Principal Software Engineer-distributed training system
Microsoft
Principal Software Engineer-distributed training system
Beijing, China
Save
Overview
MAI Ads team in Microsoft APRD is responsible for providing the advertising industry with the state-of-the-art online advertising platform and service. Our team is at the core of this effort, working on the following research & development: Selection(recall), Relevance, User Response Prediction (Click Prediction and Conversion prediction), Autobidding, Large Language Model and Large Scale Machine Learning & Serving System.

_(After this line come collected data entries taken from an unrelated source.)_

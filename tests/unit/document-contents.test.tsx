// The pure pieces behind what an issued document shows: how photos are laid out, what of the crew
// log is frozen, and the on-screen sections drawn from them.
import { renderToStaticMarkup } from "react-dom/server";
import { describe, expect, it } from "vitest";
import { ReportCrew } from "@/components/documents/report-crew";
import { ReportPhotos } from "@/components/documents/report-photos";
import { orderedChoice } from "@/components/documents/photo-picker";
import type { PhotoView } from "@/lib/data/photos";
import { freezeCrewSummary, wallCheckText, warningOutcomeText } from "@/lib/documents/crew-summary";
import { arrangePhotos, arrangedIds } from "@/lib/documents/photo-groups";
import type { CrewSummarySnapshot, SnapshotPhoto } from "@/lib/documents/snapshot";

const photo = (id: string, tag: SnapshotPhoto["tag"], surfaceId: string | null = null, caption: string | null = null): SnapshotPhoto => ({
  id, tag, caption, surfaceId, surfaceLabel: surfaceId ? `Wall ${surfaceId}` : null, takenAt: null, width: 480, height: 360,
});

describe("arrangePhotos", () => {
  it("pairs befores with afters per surface in order, and groups the rest by tag (before, during, after, thermal)", () => {
    const list = [photo("b1", "before", "n"), photo("t1", "thermal"), photo("a1", "after", "n"), photo("b2", "before", "n"), photo("d1", "during", "n"), photo("a2", "after", "s"), photo("b3", "before")];
    const { pairs, groups } = arrangePhotos(list);
    expect(pairs.map((p) => [p.label, p.before.id, p.after.id])).toEqual([["Wall n", "b1", "a1"]]);
    expect(groups.map((g) => [g.tag, g.photos.map((p) => p.id)])).toEqual([["before", ["b2", "b3"]], ["during", ["d1"]], ["after", ["a2"]], ["thermal", ["t1"]]]);
    expect(arrangedIds({ pairs, groups })).toEqual(["b1", "a1", "b2", "b3", "d1", "a2", "t1"]);
  });

  it("pairs a whole-house before and after (no surface) too", () => {
    const { pairs, groups } = arrangePhotos([photo("a", "after"), photo("b", "before")]);
    expect(pairs.map((p) => [p.label, p.before.id, p.after.id])).toEqual([["Whole house", "b", "a"]]);
    expect(groups).toEqual([]);
  });

  it("orders the picker's choice as the document shows it, leaving out what was not ticked", () => {
    const views = [photo("t", "thermal"), photo("a", "after", "n"), photo("b", "before", "n")] as unknown as PhotoView[];
    expect(orderedChoice(views, new Set(["t", "a", "b"]))).toEqual(["b", "a", "t"]);
    expect(orderedChoice(views, new Set(["t", "zzz"]))).toEqual(["t"]);
  });
});

const wall = (surfaceId: string, entries: number, bags: number) => ({ surfaceId, name: `Wall ${surfaceId}`, logged: { entries, bags } });
const summary = {
  bags: { expected: 40, logged: 31.5, ratio: 31.5 / 40 },
  holes: { expected: 30, logged: 28 },
  wallsFinished: 1,
  wallsTotal: 2,
  perWall: [
    { surfaceId: "n", name: "North wall", expectedBags: 20, loggedBags: 27.5, ratio: 1.375, status: "possible-bypass" as const, finished: true },
    { surfaceId: "s", name: "South wall", expectedBags: 20, loggedBags: 4, ratio: 0.2, status: "possible-voids-or-low-density" as const, finished: false },
  ],
  warnings: [
    { kind: "overfill" as const, message: "m", raisedAt: Date.UTC(2026, 10, 3), raisedByEntryId: "e1", bagsAtRaise: 26.5, state: "resolved" as const, resolution: { note: "Blocked an open chase", by: "Dario", at: 1, entryId: "e2" }, surfaceId: "n", wall: "North wall" },
  ],
  openWarnings: 0,
};
const noTest = { testOut: null, testInCfm50: 3900, predictedCfm50: 2400, measuredCfm50: null, measuredReductionPct: null, usesMeasuredLeakage: false, savings: { predicted: null, measured: null } };

describe("freezeCrewSummary", () => {
  it("is undefined while nobody has logged anything", () => {
    expect(freezeCrewSummary({ summary, walls: [wall("n", 0, 0)] as never, otherEntries: [], testOut: noTest as never })).toBeUndefined();
  });

  it("keeps bags in total and per wall, warnings with how they ended, and the test-out only when measured", () => {
    const frozen = freezeCrewSummary({ summary, walls: [wall("n", 3, 27.5), wall("s", 1, 4)] as never, otherEntries: [{}] as never, testOut: noTest as never })!;
    expect(frozen.entries).toBe(5);
    expect(frozen.bags).toEqual(summary.bags);
    expect(frozen.perWall.map((w) => [w.name, w.loggedBags, wallCheckText(w)])).toEqual([["North wall", 27.5, "over the estimate"], ["South wall", 4, "in progress"]]);
    expect(frozen.warnings).toEqual([{ wall: "North wall", kind: "overfill", bagsAtRaise: 26.5, raisedAt: Date.UTC(2026, 10, 3), state: "resolved", resolution: { note: "Blocked an open chase", by: "Dario", at: 1 } }]);
    expect(frozen.testOut).toBeNull();
    const measured = { ...noTest, measuredCfm50: 2310, measuredReductionPct: 40.8, testOut: { id: "t", cfm50: 2310, testedAt: 5, outdoorTempF: null, windMph: null, notes: null } };
    expect(freezeCrewSummary({ summary, walls: [wall("n", 1, 1)] as never, otherEntries: [], testOut: measured as never })!.testOut).toEqual({ testInCfm50: 3900, predictedCfm50: 2400, measuredCfm50: 2310, measuredReductionPct: 40.8, testedAt: 5 });
  });

  it("words each warning's outcome", () => {
    const w = { wall: "W", kind: "underfill" as const, bagsAtRaise: 3, raisedAt: 0, resolution: null };
    expect(warningOutcomeText({ ...w, state: "open" })).toBe("still open when this report was issued");
    expect(warningOutcomeText({ ...w, state: "cleared" })).toMatch(/back within range/);
  });
});

describe("on-screen sections", () => {
  it("'What the crew did' shows the bags figure, each wall and the resolution", () => {
    const crew: CrewSummarySnapshot = freezeCrewSummary({ summary, walls: [wall("n", 2, 27.5)] as never, otherEntries: [], testOut: noTest as never })!;
    const html = renderToStaticMarkup(<ReportCrew crew={crew} thresholds={{ high: 1.3, low: 0.8 }} />);
    expect(html).toContain("What the crew did");
    expect(html).toMatch(/data-testid="report-crew-bags">31\.5</);
    expect(html).toContain("of about 40 bags estimated");
    expect(html).toContain("North wall (finished)");
    expect(html).toContain("Blocked an open chase");
    expect(html).toContain("above 1.30 times");
  });

  it("the photos section draws thumbnails from the photo route with their captions", () => {
    const html = renderToStaticMarkup(<ReportPhotos photos={[photo("b", "before", "n", "Cracked plaster"), photo("a", "after", "n", "Patched")]} />);
    expect(html).toContain('src="/api/photos/b/thumbnail"');
    expect(html).toContain('src="/api/photos/a/thumbnail"');
    expect(html).toContain("Before · Wall n");
    expect(html).toContain("Wall n: Cracked plaster");
  });
});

The team is a world-class R&D team of passionate and talented scientists and engineers who aspire to solve challenging problems and turn innovative ideas into high-quality products and services that can help hundreds of millions of users and advertisers, and directly impact our business.
Qualifications
• Bachelor, Master, PhD degree in CS/EE or related areas is required.
• 6+ years of industry experiences in software engineering.
• Solid experience of shipping high performance C++, CUDA, python, C#, or equivalent language code.
• Experience with machine learning and TensorFlow/PyTorch distributed training is preferred.
• Domain knowledge of ads, search or content services is a plus.
• Quick learning and solid problem solving and debugging skills.
• Good communication skill, fluent in English (both oral and written).
Responsibilities
• Design and implement distributed training system for trillion parameter machine learning models.
• Drive our team efforts around utilization and optimization of training and inference on GPUs.
• Design and implement streaming training and publish of trillion parameter machine learning models.
• Analyze metrics and identify opportunities based on offline and online testing, develop and deliver robust and scalable solutions.
• Collaborate with cross-functional teams to deliver high-quality solutions.